The cost of the wrong geometry

Follow the logic to the cost structure.

The four largest US hyperscalers will spend over $600 billion on infrastructure in 2026, the majority directed at AI compute and data centers. Goldman Sachs projects total hyperscaler capex from 2025-2027 will reach $1.15 trillion. This spending buys compute. Compute serves the same representations: the same superposed features, the same geometric crowding in the tail.

Each generation of model is measurably better at code, math, reasoning, and summarization. But notice where the improvements land: the well-represented regions where training signal is dense, benchmarks are plentiful, and verification is cheap. The mid-distribution sharpens. The tail, where enterprise value lives or dies, improves at a structurally lower rate.

The economic question isn't "does scaling work?" It does. The question is: does scaling work on the dimension that determines whether the investment pays off?

The industry is answering that question with post-training patches. The existence of those patches is the evidence.

What Engram concedes

DeepSeek's Engram paper (January 2026) is interesting precisely because it's a concession. Engram separates knowledge from reasoning: a static N-gram hash table handles factual lookup, freeing transformer depth for reasoning. The results are strong: BBH +5.0, ARC-Challenge +3.7 over an iso-parameter MoE baseline. The biggest gains came in reasoning benchmarks, not knowledge recall, which validates the core architectural insight: when you stop asking the transformer to store knowledge in superposed weights, its reasoning capacity improves.

Engram implicitly concedes that superposed knowledge storage is insufficient for reliable factual retrieval. The hash table gives facts their own dedicated representation, outside the compressed geometry of the transformer. This is an architectural separation that the scaling approach says shouldn't be necessary. If scaling worked on knowledge, you wouldn't need a separate subsystem for it.

But Engram's knowledge layer is frozen after training. It's a static lookup table, not a learning system. DeepSeek diagnosed the right problem, that knowledge shouldn't be superposed with reasoning, and built a static patch. The patch improves performance. It doesn't learn from use. It doesn't improve from outcomes. It doesn't update when the world changes.

They're solving the right problem inside the wrong framework.

The race that can't be won on this track

The argument here isn't that scaling fails. Scaling succeeds. Models improve on benchmarks, generate better text, reason more effectively, write better code. The argument is that scaling succeeds at the wrong thing.

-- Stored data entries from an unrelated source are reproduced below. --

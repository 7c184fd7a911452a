import type { FieldTransform } from '../symbols/field-choice.ts';

/**
 * A field's value as what is left after its transform, and back. Values are unsigned integers below
 * 2^width; differences wrap around there, so that a residual is below 2^width too, and the way back
 * always exists.
 */

export const RAW = 0;
const DELTA = 1;
const XOR = 2;
const DELTA2 = 3;
/** Its expectation is no matter of the field alone: see field-predictor.ts. */
export const LINEAR = 4;

export const TRANSFORM_CODES: Readonly<Record<FieldTransform, number>> = {
  raw: RAW,
  delta: DELTA,
  xor: XOR,
  delta2: DELTA2,
  linear: LINEAR,
};

/**
 * 0, −1, 1, −2 … as 0, 1, 2, 3 …, for a difference that wraps around at 2^width; `shift` is 32 −
 * width.
 */
export function zigzagBetween(value: number, expected: number, shift: number): number {
  const difference = ((value - expected) << shift) >> shift;
  return ((difference << 1) ^ (difference >> 31)) >>> 0;
}

/** The value whose {@link zigzagBetween} to `expected` is `residual`. */
export function valueBeside(residual: number, expected: number, shift: number): number {
  const difference = (residual >>> 1) ^ -(residual & 1);
  return ((expected + difference) << shift) >>> shift;
}

/**
 * What is left of a value that is not the first of its message.
 * @param before, beforeThat  the same field of the last two records; `beforeThat` equals `before`
 *   where there is only one
 * @param shift   32 − width
 * @param signed  1 where a value is two's complement, which `raw` heeds
 */
export function residualOf(
  transform: number,
  value: number,
  before: number,
  beforeThat: number,
  shift: number,
  signed: number,
): number {
  if (transform === DELTA) return zigzagBetween(value, before, shift);
  if (transform === XOR) return (value ^ before) >>> 0;
  if (transform === DELTA2) return zigzagBetween(value, 2 * before - beforeThat, shift);
  return signed === 1 ? zigzagBetween(value, 0, shift) : value;
}

/** The value that {@link residualOf} came from. */
export function valueFrom(
  transform: number,
  residual: number,
  before: number,
  beforeThat: number,
  shift: number,
  signed: number,
): number {
  if (transform === DELTA) return valueBeside(residual, before, shift);
  if (transform === XOR) return (residual ^ before) >>> 0;
  if (transform === DELTA2) return valueBeside(residual, 2 * before - beforeThat, shift);
  return signed === 1 ? valueBeside(residual, 0, shift) : residual;
}
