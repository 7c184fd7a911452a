import { InputError } from '../errors/errors.ts';
import type { SymbolSequence } from '../symbols/sequence.ts';
import type { Coder, Declaration, Price, Setup } from './contract.ts';
import { storedCosts, storedOperations } from './cost-stored.ts';
import { symbolWidth } from './fixed.ts';
import { storedDecoder } from './stored-decoder.ts';
import { innerSetup, isCoded, StoredEncoder } from './stored-encoder.ts';

/**
 * `coder` with a way out: a message that it would make longer is carried as raw symbols. The candidate key `stored=on`.
 *
 * A message is, in this order: one selector bit, booked in `index`; its symbol count, where `lengths` does not grant it; then
 * the coder's own bits (selector 0) or every symbol in ⌈log2 m⌉ bits (selector 1), whichever is shorter once padded; of
 * equals the coder's. So no message passes raw symbols, selector, count and padding.
 *
 * What may surprise:
 * - inside, the coder runs with lengths `known` and align 1, whatever the cell's: the count stands before, and its bits end by
 *   themselves. An arithmetic code string takes about a bit more so than under `link`;
 * - the encoder holds the unit until the end, and codes the messages that stay coded a second time where any is stored raw,
 *   because only then is the account of those alone known;
 * - it exists only where a message decodes alone: an adaptive coder that runs on would have to have seen the raw ones.
 */
export function stored(coder: Coder): Coder {
  const declares = declarationOf(coder.declares);
  return {
    declares,

    check(setup) {
      if (!decodesAlone(setup)) {
        throw new InputError('stored=on needs messages that can be decoded alone', {
          coder: declares.name,
          key: 'stored',
          expected: 'reset message, shipped tables or none',
          got: `tables ${setup.policy}, reset ${setup.reset}`,
          advice:
            'What a coder would learn from a message that is stored raw, its decoder never sees.',
        });
      }
      coder.check?.(innerSetup(setup));
    },

    ...(coder.trainer === undefined
      ? {}
      : { trainer: (setup: Setup) => coder.trainer!(innerSetup(setup)) }),

    encoder: (setup) => new StoredEncoder(coder, setup),

    costs: (setup, _longestCodedBytes, sequence) => storedCosts(coder, setup, sequence),

    operations: (sequence, setup) => storedOperations(coder, sequence, setup),

    decoderHolds: () => 'message',

    growsSteadily: (setup) => coder.growsSteadily?.(innerSetup(setup)) ?? false,

    decoder: (setup, limits) => storedDecoder(coder, setup, limits),

    ...(coder.price === undefined
      ? {}
      : { price: (sequence: SymbolSequence, setup: Setup) => price(coder, sequence, setup) }),

    ...(coder.describeTables === undefined
      ? {}
      : { describeTables: (tables, setup) => coder.describeTables!(tables, innerSetup(setup)) }),
  };
}

function decodesAlone(setup: Setup): boolean {
  return setup.reset === 'message' || setup.policy === 'shipped' || setup.policy === 'none';
}

function declarationOf(inner: Declaration): Declaration {
  return {
    ...inner,
    resets: inner.resets.filter((reset) => reset === 'message'),
    needsWholeMessage: true,
    worstCase: 'n · ⌈log2 m⌉ bits and a selector of 1 bit, beside count and padding',
    memory: `${inner.memory}; encoder the unit, decoder a message`,
  };
}

/** The coder's own price, with the raw bits of the messages that are stored raw; then nothing is told by field. */
function price(coder: Coder, sequence: SymbolSequence, setup: Setup): Price {
  const inner = innerSetup(setup);
  const { perField, ...own } = coder.price!(sequence, inner);
  const encoder = coder.encoder(inner);
  encoder.push(sequence);
  const { messageEndsBits } = encoder.finish();
  const width = symbolWidth(setup.alphabetSize);
  const messageIdealBits = own.messageIdealBits.slice();
  let idealBits = 0;
  let rawMessages = 0;
  let from = 0;
  let fromBits = 0;
  for (let i = 0; i < messageIdealBits.length; i++) {
    const symbolCount = sequence.messageEnds[i] - from;
    if (!isCoded(setup, width, symbolCount, messageEndsBits[i] - fromBits)) {
      messageIdealBits[i] = symbolCount * width;
      rawMessages++;
    }
    idealBits += messageIdealBits[i];
    from = sequence.messageEnds[i];
    fromBits = messageEndsBits[i];
  }
  return {
    ...own,
    ...(perField !== undefined && rawMessages === 0 ? { perField } : {}),
    idealBits,
    messageIdealBits,
  };
}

The failures that matter to users don't cluster neatly. A doctor's question about a rare drug interaction, an engineer's edge case in a legacy codebase, a customer's complaint that doesn't match any template. These live in the tail where superposition is structural and scaling provides the least leverage. The hundreds of billions being spent on compute infrastructure sharpen the mid-distribution while the tail-case gap persists.

What would you build if you accepted that scaling won't solve this particular problem?

The answer requires a different relationship between knowledge and the systems that use it. Knowledge stored externally, where it can be inspected, corrected, and updated. Not superposed in opaque weights. This much, RAG already attempts. But most production RAG pipelines retrieve by similarity and don't track whether the retrieval actually helped. Query the same thing twice, get the same results, regardless of whether the first result was useful or useless. Retrieval that improves from outcomes, where the quality of what gets surfaced adapts based on what actually worked, is a different mechanism entirely. A system where the 1000th query gets better results than the 1st, not because the model got bigger, but because the system learned what works for this user, in this domain, on this type of problem.

That's a different race entirely. And the industry isn't funding it.